▶ **Record set**
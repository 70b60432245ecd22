"""The lightest passing section of a catalogue, and why each lighter one fails.

Speed by design:
1. Superposition: each load case is solved once with unit rigidities, plus one unit self-weight
   solution. A section's actions are A_loads + m * A_unit_weight (m: its mass per length); its
   displacements are the unit-rigidity ones divided by its own EA, EIz, EIy, GJ per component.
   Exact without springs; with springs the forces depend on stiffness and each section is solved.
2. Screen: all sections x combinations x stations at once with numpy, using conservative bounds
   from the per-unit-action peak stresses (|sigma| <= sum |action_i| * peak_i). Axial, buckling and
   deflection are exact in the screen.
3. Confirm: the final choice, the runners-up shown, and every section the screen cannot decide
   rest on the full stress-field check (checks.check_design), the same as `sizer check` gives.
A section whose screen bound passes cannot fail the full check at the screen's stations; a section
whose exact screen part (axial, buckling, deflection) fails cannot pass. Everything else is confirmed.
"""

from __future__ import annotations

from dataclasses import dataclass, field
from typing import Any, Sequence

import numpy as np

from sizer.analysis import MemberSolution, solve_member
from sizer.checks import CheckReport, buckling_axes, check_design, check_stations, critical_stress, member_actions, spans, to_section_axes
from sizer.design import Design, oriented_stiffness
from sizer.errors import InputError
from sizer.model import Material, Member, Stiffness
from sizer.units import GRAVITY

EXACT_IN_SCREEN = ("axial", "buckling", "deflection")


@dataclass
class Candidate:
    """One catalogue section in the sizing run."""

    name: str
    spec: Any
    props: Any
    mass_per_length: float
    screen_utilization: float = 0.0  # conservative upper bound over every check
    screen_governing: str = ""
    exact_utilization: float = 0.0  # exact checks of the screen (axial, buckling, deflection)
    exact_governing: str = ""
    report: CheckReport | None = None  # full check, where made
    design: Design | None = None

    @property
    def decided_by(self) -> str:
        return "full stress field" if self.report is not None else "screen"

    @property
    def passes(self) -> bool:
        if self.report is not None:
            return self.report.passes
        return False

    @property
    def utilization(self) -> float:
        return self.report.utilization if self.report is not None else self.exact_utilization

    @property
    def governing(self) -> str:
        if self.report is not None and self.report.governing is not None:
            return self.report.governing.check
        return self.exact_governing


@dataclass
class SizingResult:
    member: Member
    material: Material
    candidates: list[Candidate]  # every candidate after filters, by mass per length
    chosen: Candidate | None
    strongest: Candidate | None = None  # when nothing passes: the best the catalogue has
    notes: list[str] = field(default_factory=list)
    full_checks: int = 0


# ----------------------------------------------------------------------------------------------
# candidates

def candidate_sections(catalogue: Any, member: Member, material: Material, families: Sequence[str],
                       max_depth: float | None, max_width: float | None) -> list[Candidate]:
    """Catalogue sections after the filters, with properties (cached), sorted by mass per length."""
    from sizer.sections import section_properties_many

    specs = [spec for spec in catalogue.sections.values() if not families or spec.family in families]
    if not specs:
        raise InputError("", "--family", "no catalogue section is in the families " + ", ".join(families),
                         "use a family from `sizer sections list`, or drop --family")
    properties = section_properties_many(specs, material.density)
    candidates = []
    for spec, props in zip(specs, properties):
        depth, width = (props.depth, props.width) if member.orientation == "major" else (props.width, props.depth)
        if max_depth is not None and depth > max_depth * (1 + 1e-9):
            continue
        if max_width is not None and width > max_width * (1 + 1e-9):
            continue
        candidates.append(Candidate(spec.name, spec, props, props.area * material.density))
    if not candidates:
        raise InputError("", "--max-depth", "no catalogue section fits the depth and width limits", "relax --max-depth / --max-width")
    candidates.sort(key=lambda c: (c.mass_per_length, c.name))
    return candidates


def has_springs(member: Member) -> bool:
    return any(support.springs for support in member.supports)


def design_for(member: Member, material: Material, candidate: Candidate) -> Design:
    """A solved Design for one candidate (its own stiffness and self-weight)."""
    stiffness = oriented_stiffness(candidate.props, material, member.orientation)
    mass = candidate.mass_per_length if member.self_weight_case else None
    solution = solve_member(member, stiffness, mass)
    return Design(member, solution, material, candidate.spec, candidate.props, stiffness, candidate.mass_per_length)


# ----------------------------------------------------------------------------------------------
# screen

@dataclass(frozen=True)
class ScreenArrays:
    """Per-section arrays for the screen (one entry per candidate)."""

    area: np.ndarray
    mass: np.ndarray
    sigma_peak: np.ndarray  # (s, 3) |sigma| per unit N, My, Mz (section axes)
    tau_peak: np.ndarray  # (s, 3) |tau| per unit Vy, Vz, T
    stiffness: np.ndarray  # (s, 4) EA, GJ, EIz, EIy
    buckling_stress: np.ndarray  # (s,) smallest critical stress of the two principal axes


def screen_arrays(candidates: list[Candidate], member: Member, material: Material) -> ScreenArrays:
    from sizer.sections import peak_unit_stresses

    peaks = [peak_unit_stresses(c.spec) for c in candidates]
    stiffness = [oriented_stiffness(c.props, material, member.orientation) for c in candidates]
    buckling = []
    for c in candidates:
        lengths = (member.checks.buckling_length_major or member.length, member.checks.buckling_length_minor or member.length)
        radii = (np.sqrt(c.props.I11 / c.props.area), np.sqrt(c.props.I22 / c.props.area))
        buckling.append(min(critical_stress(l / r, material.elastic_modulus, material.yield_strength)[0] for l, r in zip(lengths, radii)))
    return ScreenArrays(
        area=np.array([c.props.area for c in candidates]),
        mass=np.array([c.mass_per_length for c in candidates]),
        sigma_peak=np.array([p[0] for p in peaks]),
        tau_peak=np.array([p[1] for p in peaks]),
        stiffness=np.array([[s.EA, s.GJ, s.EIz, s.EIy] for s in stiffness]),
        buckling_stress=np.array(buckling),
    )


def screen(candidates: list[Candidate], member: Member, material: Material, base: Design, n_even: int = 200) -> None:
    """Fill screen_utilization/governing (upper bounds) and exact_utilization/governing of each candidate."""
    arrays = screen_arrays(candidates, member, material)
    xs, sides = check_stations(base, n_even)
    loads_actions, weight_actions = _split_actions(base, xs, sides)
    allow = material.allowable
    names, upper, exact = [], [], []
    for s in range(len(candidates)):
        actions = to_section_axes(loads_actions + arrays.mass[s] * weight_actions, member.orientation)
        checks = _screen_one(actions, arrays, s, allow, member, material)
        names = list(checks)
        upper.append([checks[n][0] for n in names])
        exact.append([checks[n][1] for n in names])
    deflection = screen_deflection(candidates, member, base, arrays)
    for s, candidate in enumerate(candidates):
        values = dict(zip(names, upper[s]))
        exacts = {n: e for n, e in zip(names, exact[s]) if e is not None}
        if deflection is not None:
            values["deflection"] = exacts["deflection"] = float(deflection[s])
        candidate.screen_governing, candidate.screen_utilization = max(values.items(), key=lambda item: item[1])
        if exacts:
            candidate.exact_governing, candidate.exact_utilization = max(exacts.items(), key=lambda item: item[1])


def _split_actions(base: Design, xs: np.ndarray, sides: np.ndarray) -> tuple[np.ndarray, np.ndarray]:
    """Actions (n_comb, n_st, 6) from the loads alone, and per kg/m of self-weight."""
    solution = base.solution
    total_zero = np.empty((len(solution.combination_names), len(xs), 6))
    total_one = np.empty_like(total_zero)
    for side in ("left", "right"):
        mask = sides == side
        if mask.any():
            total_zero[:, mask] = solution.all_actions(xs[mask], side, mass_per_length=None)
            total_one[:, mask] = solution.all_actions(xs[mask], side, mass_per_length=1.0)
    return total_zero, total_one - total_zero


def _screen_one(actions: np.ndarray, arrays: ScreenArrays, s: int, allow: Any, member: Member, material: Material) -> dict[str, tuple[float, float | None]]:
    """Upper-bound and exact utilizations of one section: check -> (upper, exact or None)."""
    area = arrays.area[s]
    sp, tp = arrays.sigma_peak[s], arrays.tau_peak[s]
    fa = actions[..., 0] / area
    fb = np.abs(actions[..., 4]) * sp[1] + np.abs(actions[..., 5]) * sp[2]
    fv = np.abs(actions[..., 1]) * tp[0] + np.abs(actions[..., 2]) * tp[1] + np.abs(actions[..., 3]) * tp[2]
    out: dict[str, tuple[float, float | None]] = {}
    tension, compression = np.maximum(fa, 0).max(), np.maximum(-fa, 0).max()
    axial = max(tension / allow.tension if tension > 0 and allow.tension else 0.0,
                compression / allow.compression if compression > 0 and allow.compression else 0.0)
    out["axial"] = (axial, axial)
    if allow.bending:
        out["bending"] = (fb.max() / allow.bending, None)
    if allow.shear:
        out["shear"] = (fv.max() / allow.shear, None)
    if allow.equivalent:
        out["equivalent"] = (np.sqrt((np.abs(fa) + fb) ** 2 + 3 * fv**2).max() / allow.equivalent, None)
    factor = member.checks.buckling_safety_factor
    buckling_allow = arrays.buckling_stress[s] / factor
    buckling = compression / buckling_allow if compression > 0 else 0.0
    out["buckling"] = (buckling, buckling)
    if allow.bending and (tension > 0 or compression > 0):
        fa_allow_c = min(allow.compression or np.inf, buckling_allow)
        ratio = np.where(fa >= 0, fa / (allow.tension or np.inf), -fa / fa_allow_c) + fb / allow.bending
        out["interaction"] = (ratio.max(), None)
    return {name: (float(u), None if e is None else float(e)) for name, (u, e) in out.items()}


def screen_deflection(candidates: list[Candidate], member: Member, base: Design, arrays: ScreenArrays, n: int = 201) -> np.ndarray | None:
    """Exact deflection utilization of every candidate from the unit-rigidity solution (no springs)."""
    settings = member.checks
    if settings.deflection_limit is None:
        return None
    combos = list(settings.deflection_combinations or base.solution.combination_names)
    index = [base.solution.combination_names.index(name) for name in combos]
    overhang_limit = settings.deflection_limit_overhang or settings.deflection_limit / 2
    worst = np.zeros(len(candidates))
    for span in spans(member):
        xs = np.linspace(span.start, span.end, n)
        points = np.append(xs, span.base if span.overhang else span.start)
        zero = base.solution.all_displacements(points, mass_per_length=None)[index][..., 1:3]
        unit = base.solution.all_displacements(points, mass_per_length=1.0)[index][..., 1:3] - zero
        relative_zero, relative_unit = _relative(zero, span), _relative(unit, span)
        ei = arrays.stiffness[:, [2, 3]]  # EIz for uy, EIy for uz
        moved = (relative_zero[None] + arrays.mass[:, None, None, None] * relative_unit[None]) / ei[:, None, None, :]
        size = np.hypot(moved[..., 0], moved[..., 1]).max(axis=(1, 2))
        limit = overhang_limit if span.overhang else settings.deflection_limit
        worst = np.maximum(worst, size / (span.length / limit))
    return worst


def _relative(moved: np.ndarray, span: Any) -> np.ndarray:
    """(c, n, 2) displacements relative to the span's supports (last point: the overhang's base)."""
    body = moved[:, :-1]
    if span.overhang:
        return body - moved[:, -1:, :]
    t = np.linspace(0.0, 1.0, body.shape[1])[None, :, None]
    return body - ((1 - t) * body[:, :1] + t * body[:, -1:])


# ----------------------------------------------------------------------------------------------
# search

def full_check(member: Member, material: Material, candidate: Candidate) -> CheckReport:
    """The full stress-field check of one candidate (the same as `sizer check`)."""
    from sizer.sections import unit_stress_field

    if candidate.report is None:
        candidate.design = design_for(member, material, candidate)
        candidate.report = check_design(candidate.design, unit_stress_field(candidate.spec))
    return candidate.report


def size_member(member: Member, catalogue: Any, material: Material, families: Sequence[str] = (),
                max_depth: float | None = None, max_width: float | None = None, top: int = 3) -> SizingResult:
    """The lightest candidate that passes every check on the full stress field, with runners-up."""
    candidates = candidate_sections(catalogue, member, material, families, max_depth, max_width)
    notes = [f"{len(candidates)} candidate sections after filters, each with its own self-weight, in material {material.name} (the member's)."]
    if has_springs(member):
        for candidate in candidates:
            full_check(member, material, candidate)
        notes.append("Spring supports: forces depend on stiffness, so every candidate was solved and checked in full.")
    else:
        base = Design(member, solve_member(member, Stiffness.unit(), None), material)
        screen(candidates, member, material, base)
        notes.append("Screened with conservative per-unit peak stresses (superposition of one solve per load case and one unit "
                     "self-weight solve); every verdict shown rests on the full stress-field check.")
    chosen = None
    for index, candidate in enumerate(candidates):
        if candidate.report is None and candidate.exact_utilization > 1.0:
            continue  # an exact check (axial, buckling or deflection) already fails
        if full_check(member, material, candidate).passes:
            chosen = candidate
            break
    confirm_runners_up(member, material, candidates, chosen, top)
    strongest = None
    if chosen is None:
        strongest = min(candidates, key=lambda c: c.report.utilization if c.report else c.screen_utilization)
        full_check(member, material, strongest)
    full = sum(1 for c in candidates if c.report is not None)
    return SizingResult(member, material, candidates, chosen, strongest, notes, full)


def confirm_runners_up(member: Member, material: Material, candidates: list[Candidate], chosen: Candidate | None, top: int) -> None:
    """Full checks for the `top` lighter sections just below the choice and the `top` heavier ones that pass."""
    if chosen is None:
        return
    position = candidates.index(chosen)
    for candidate in candidates[max(0, position - top):position]:
        full_check(member, material, candidate)
    heavier = 0
    for candidate in candidates[position + 1:]:
        if heavier >= top:
            break
        if candidate.exact_utilization > 1.0:
            continue
        if full_check(member, material, candidate).passes:
            heavier += 1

▶ **Work required**
All lines from the one that has "candidate sections after" through the end of the material above should be returned exactly; omit the rest.

▶ **Task answer**
    notes = [f"{len(candidates)} candidate sections after filters, each with its own self-weight, in material {material.name} (the member's)."]
    if has_springs(member):
        for candidate in candidates:
            full_check(member, material, candidate)
        notes.append("Spring supports: forces depend on stiffness, so every candidate was solved and checked in full.")
    else:
        base = Design(member, solve_member(member, Stiffness.unit(), None), material)
        screen(candidates, member, material, base)
        notes.append("Screened with conservative per-unit peak stresses (superposition of one solve per load case and one unit "
                     "self-weight solve); every verdict shown rests on the full stress-field check.")
    chosen = None
    for index, candidate in enumerate(candidates):
        if candidate.report is None and candidate.exact_utilization > 1.0:
            continue  # an exact check (axial, buckling or deflection) already fails
        if full_check(member, material, candidate).passes:
            chosen = candidate
            break
    confirm_runners_up(member, material, candidates, chosen, top)
    strongest = None
    if chosen is None:
        strongest = min(candidates, key=lambda c: c.report.utilization if c.report else c.screen_utilization)
        full_check(member, material, strongest)
    full = sum(1 for c in candidates if c.report is not None)
    return SizingResult(member, material, candidates, chosen, strongest, notes, full)


def confirm_runners_up(member: Member, material: Material, candidates: list[Candidate], chosen: Candidate | None, top: int) -> None:
    """Full checks for the `top` lighter sections just below the choice and the `top` heavier ones that pass."""
    if chosen is None:
        return
    position = candidates.index(chosen)
    for candidate in candidates[max(0, position - top):position]:
        full_check(member, material, candidate)
    heavier = 0
    for candidate in candidates[position + 1:]:
        if heavier >= top:
            break
        if candidate.exact_utilization > 1.0:
            continue
        if full_check(member, material, candidate).passes:
            heavier += 1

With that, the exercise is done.